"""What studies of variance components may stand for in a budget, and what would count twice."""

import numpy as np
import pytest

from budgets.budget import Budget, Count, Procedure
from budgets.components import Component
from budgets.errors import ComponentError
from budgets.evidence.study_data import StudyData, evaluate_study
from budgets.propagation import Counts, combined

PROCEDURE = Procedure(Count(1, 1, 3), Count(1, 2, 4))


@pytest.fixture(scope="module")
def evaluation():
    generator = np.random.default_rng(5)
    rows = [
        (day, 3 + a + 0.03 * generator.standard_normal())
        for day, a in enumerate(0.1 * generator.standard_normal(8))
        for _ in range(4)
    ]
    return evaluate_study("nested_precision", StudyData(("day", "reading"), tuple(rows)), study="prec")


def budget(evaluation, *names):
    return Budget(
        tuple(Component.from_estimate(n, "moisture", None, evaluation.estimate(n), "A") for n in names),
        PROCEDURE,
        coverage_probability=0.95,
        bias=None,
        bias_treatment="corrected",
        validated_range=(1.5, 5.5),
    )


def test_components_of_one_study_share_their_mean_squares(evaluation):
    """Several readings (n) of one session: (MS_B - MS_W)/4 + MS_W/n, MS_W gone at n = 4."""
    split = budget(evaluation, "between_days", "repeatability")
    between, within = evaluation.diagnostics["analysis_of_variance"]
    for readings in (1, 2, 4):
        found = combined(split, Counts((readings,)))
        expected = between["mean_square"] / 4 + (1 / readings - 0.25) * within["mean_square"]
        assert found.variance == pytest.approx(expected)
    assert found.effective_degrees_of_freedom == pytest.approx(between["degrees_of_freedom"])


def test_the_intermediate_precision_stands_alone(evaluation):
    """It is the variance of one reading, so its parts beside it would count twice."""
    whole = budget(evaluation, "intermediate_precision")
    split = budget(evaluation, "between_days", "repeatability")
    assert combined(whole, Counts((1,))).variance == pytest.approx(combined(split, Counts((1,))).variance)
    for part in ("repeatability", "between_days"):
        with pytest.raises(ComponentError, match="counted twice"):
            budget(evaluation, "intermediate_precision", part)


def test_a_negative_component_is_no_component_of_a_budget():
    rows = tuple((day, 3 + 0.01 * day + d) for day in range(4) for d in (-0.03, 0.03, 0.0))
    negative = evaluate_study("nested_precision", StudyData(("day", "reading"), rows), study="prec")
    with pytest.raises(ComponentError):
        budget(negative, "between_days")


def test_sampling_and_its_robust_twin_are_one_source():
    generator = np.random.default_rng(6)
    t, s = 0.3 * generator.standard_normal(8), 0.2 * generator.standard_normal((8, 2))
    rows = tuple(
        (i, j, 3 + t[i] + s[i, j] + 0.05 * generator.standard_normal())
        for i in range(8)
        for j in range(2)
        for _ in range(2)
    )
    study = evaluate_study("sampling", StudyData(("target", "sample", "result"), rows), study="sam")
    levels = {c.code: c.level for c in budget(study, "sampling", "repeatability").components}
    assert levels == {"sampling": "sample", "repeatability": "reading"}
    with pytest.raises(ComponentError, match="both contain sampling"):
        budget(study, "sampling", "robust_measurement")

──────

Only the lines from the first line of the material above through the line that contains "PROCEDURE = Procedure(Count(1, 1, 3), Count(1, 2, 4))" should be quoted, each one exactly.

"""What studies of variance components may stand for in a budget, and what would count twice."""

import numpy as np
import pytest

from budgets.budget import Budget, Count, Procedure
from budgets.components import Component
from budgets.errors import ComponentError
from budgets.evidence.study_data import StudyData, evaluate_study
from budgets.propagation import Counts, combined

PROCEDURE = Procedure(Count(1, 1, 3), Count(1, 2, 4))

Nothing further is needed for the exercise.